Considering ideas of social justice, the present article is informed by the ideas of John Rawls who advanced the notion of justice as fairness, and whose basal concern was for the equal liberty of conscience: ‘one of the fixed points in [a] considered judgment of justice’. Rawls recognized that a just society will take the moral convictions of citizens seriously, and enable individuals to examine and to act upon these deeply held beliefs. In Justice as Fairness: A Restatement, Rawls described the equal liberty of conscience as a primary good and constitutional essential. He advanced a view of people as morally responsible and equally free to exercise moral judgment. The moral independence of soldiers is suppressed by Australian legislation and doctrine, which advance an argument typical amongst modern western militaries. 
Exploring the arguments of Australian legislation and doctrine, which together operate to curtail the rights of soldiers, this article accepts that just institutions, which advance individual liberty and fairness, are essential to just societies, which in turn are critical to global justice. The article’s importance derives from the fact Geoffrey Robertson observes, that ‘at the beginning of the twenty-first century, the dominant motive in world affairs is the quest - almost the thirst - for justice. [This thirst is] replacing even the objective of regional security as the trigger for international action’. 
The article is focused on provisions of the Australian Defence Act, and on argument advanced in military doctrine ‘pitched at the philosophical and high application level’. Doctrine, which is subordinate to legislation, ‘states the ADF’s philosophical military approach to the operating environment’. Taken together, ideas set down in legislation and doctrine, are critically important as part of what Walzer called the war convention: the ‘norms, customs, professional codes, legal precepts, religious and philosophical principles and reciprocal arrangements that shape our judgments of military conduct’. 
Though focused on the ‘conventions’ of Australian thought, this article identifies and critiques a thematic approach to military service, typical of many western powers, and deserving academic scrutiny.
He concludes -
This article argued against the provisions of Australian legislation and doctrine that soldiers subjugate their will to Government. Denying soldiers access to their conscience, the Australian convention was seen to be unworkable and wrong. The example of Commodore Richard Menhinick RAN, cited in The Age newspaper of 12 July 2012, illustrates the unsafe nature of the Australian position. 
The newspaper describes how, when commanding officer of HMAS Warramunga in 2001, the then Commander Menhinick defied direction to abandon asylum seekers at sea. Finding his orders neither ‘sensible nor ethically prudent’, Commodore Menhinick declined to follow legal command.

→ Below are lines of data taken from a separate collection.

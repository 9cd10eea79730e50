import { randomBytes } from 'node:crypto';
import { models } from '@/db/models';
import type { CompanyRole } from '@/db/models';
import { hashPassword } from '@/server/auth/password';
import { getLucia } from '@/server/auth/lucia';
import { hashToken } from '@/server/auth/tokens';

/**
 * Rows for integration tests, straight into the real MariaDB. Every name is invented and every
 * address uses the reserved .example domain; a random suffix keeps runs from colliding.
 */
export const TEST_PASSWORD = 'correct-horse-battery-2026';
let cachedHash: Promise<string> | undefined;
const defaultHash = () => (cachedHash ??= hashPassword(TEST_PASSWORD));

export const suffix = () => randomBytes(4).toString('hex');
export const uniqueEmail = (prefix = 'person') => `${prefix}-${suffix()}@test.example`;

export type TestCompany = { id: number; name: string; planId: number };
export type TestUser = { id: string; email: string; name: string; password: string; membershipId: number | null; companyId: number | null; role: CompanyRole | 'staff' };

export async function createCompany(opts: { planCode?: string; name?: string; trialEndsAt?: Date | null } = {}): Promise<TestCompany> {
  const { Plan, Company } = models();
  const plan = await Plan.findOne({ where: { code: opts.planCode ?? 'crew' } });
  if (!plan) throw new Error(`no plan ${opts.planCode ?? 'crew'}: run the migrations`);
  const company = await Company.create({ name: opts.name ?? `Testing Aerials ${suffix()}`, planId: plan.id, trialEndsAt: opts.trialEndsAt ?? null });
  return { id: company.id, name: company.name, planId: company.planId };
}

/** A plan of our own with the given seat limit (for seat tests), and a company on it. */
export async function createCompanyWithSeats(seats: number): Promise<TestCompany> {
  const { Plan } = models();
  const code = `test-seats-${suffix()}`;
  await Plan.create({ code, name: `Test ${seats}-seat`, seatLimit: seats, studiesPerMonth: 10, activeLinksLimit: 5, uploadsPerMonth: 5, kind: 'paid', trialDays: null, isPublic: false, description: null, stripeProductId: null, stripePriceId: null });
  return createCompany({ planCode: code });
}

export async function createUserWithRole(companyId: number, role: CompanyRole, opts: { email?: string; name?: string; password?: string } = {}): Promise<TestUser> {
  const { User, Membership } = models();
  const password = opts.password ?? TEST_PASSWORD;
  const user = await User.create({
    id: 'usr_' + randomBytes(12).toString('base64url'),
    email: (opts.email ?? uniqueEmail(role)).toLowerCase(),
    name: opts.name ?? `Test ${role} ${suffix()}`,
    passwordHash: opts.password ? await hashPassword(password) : await defaultHash(),
  });
  const m = await Membership.create({ companyId, userId: user.id, role });
  return { id: user.id, email: user.email, name: user.name, password, membershipId: m.id, companyId, role };
}

export async function addMembership(userId: string, companyId: number, role: CompanyRole): Promise<number> {
  const { Membership } = models();
  return (await Membership.create({ companyId, userId, role })).id;
}

export async function createStaffUser(): Promise<TestUser> {
  const { User } = models();
  const user = await User.create({ id: 'usr_' + randomBytes(12).toString('base64url'), email: uniqueEmail('staff'), name: `Test staff ${suffix()}`, passwordHash: await defaultHash(), isStaff: true });
  return { id: user.id, email: user.email, name: user.name, password: TEST_PASSWORD, membershipId: null, companyId: null, role: 'staff' };
}

/** A live session for the user (as sign-in would make), working in the given company. Returns the cookie token. */
export async function signInAs(user: { id: string; companyId?: number | null }, companyId: number | null = user.companyId ?? null): Promise<string> {
  const session = await getLucia().createSession(user.id, { activeCompanyId: companyId, ip: '198.51.100.10', userAgent: 'vitest factory' });
  return session.id;
}

export const digestOf = hashToken;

Refusing to be subjugated, the Commodore is quoted as understanding ‘the importance of acting with integrity and in good conscience’. This principled officer reveals the absurdity of legislative and doctrinal provisions that assume military service entails soldiers’ moral quiescence, and demonstrates what Walzer calls the ‘long tradition’ of officers who ‘protest commands of their civilian superiors that would require them to violate the rules of war and turn them into mere instruments’. Acting deliberately as an agent of justice, the Commodore demonstrated the critical importance of conscience to the profession of arms, and the impossibility of the inelastic provisions within Australian legislation and doctrine. 
Australian legislation and doctrine presumes that no-one can cavil, no matter how iniquitous the pretext for action. Reinforcing the coercive power of military institutions, the legislative-doctrinal convention is oblivious to the fact that atrocities soldiers commit are their own.
Crafted to uphold jus in exercitu obligations, the convention should abandon the fable of unquestioning obedience. Debunked by the Nuremburg tribunal, this myth was made infamous by Himmler at Posen on 4 October 1943. On this occasion, in a speech to Nazi police fuehrers, Himmler argued that obedience to orders - no matter how ghastly - was a mark of honour. The Nuremburg testimony of SS Gruppenfuehrer Otto Ohlendorf illustrates how this impossible dogma was accepted. Formerly leader of the Einsatzkommandos, Ohlendorf admitted calmly to the murder of 90,000 Jews. Despite confessing to pangs of scruple, he said, ‘it was inconceivable that a subordinate leader should not carry out orders given by the leaders of the State’.
We need to think differently so as we might apply military power more wisely. Legislation and military doctrine need to acknowledge that soldiers who believe orders to be immoral, not merely illegal, have a duty to refuse. Alastair McIntosh writes:
For the first time in history we have at our fingertips utter destructive power, but matched to it, all the possibilities for greater understanding opened up by globalised communications. Now is the time to press the reset button at many levels of depth.
This is not the time to be comfortably complacent, to assume familiar ideas will serve into the future. A new position must be endorsed, and with it, a new way of understanding military service, military ideals and military functions. No longer must the legislation or the doctrine perpetuate notions of subjugation, which dehumanise soldiers and degrade the democratic foundations of the military instrument. These ideas place the world in peril of crimes of obedience, committed by morally repressed soldiers unable to discern an alternative. 
The war convention must recognise the moral justification for disobedience afforded by the conscience. Legislative and doctrinal instruments must acknowledge that the duty to obey is not absolute, and that the moral obligation to disobey may be prompted by more than manifest illegality.

26 December 2013

Naming and the Noosphere

A year ago I noted that World Futures - the journal that's haunted (sorry, lame joke) by exponents of astral travel, reincarnation, remote healing, dowsing and other claims that raise both my wizened eyebrows and blood-pressure - had changed its name.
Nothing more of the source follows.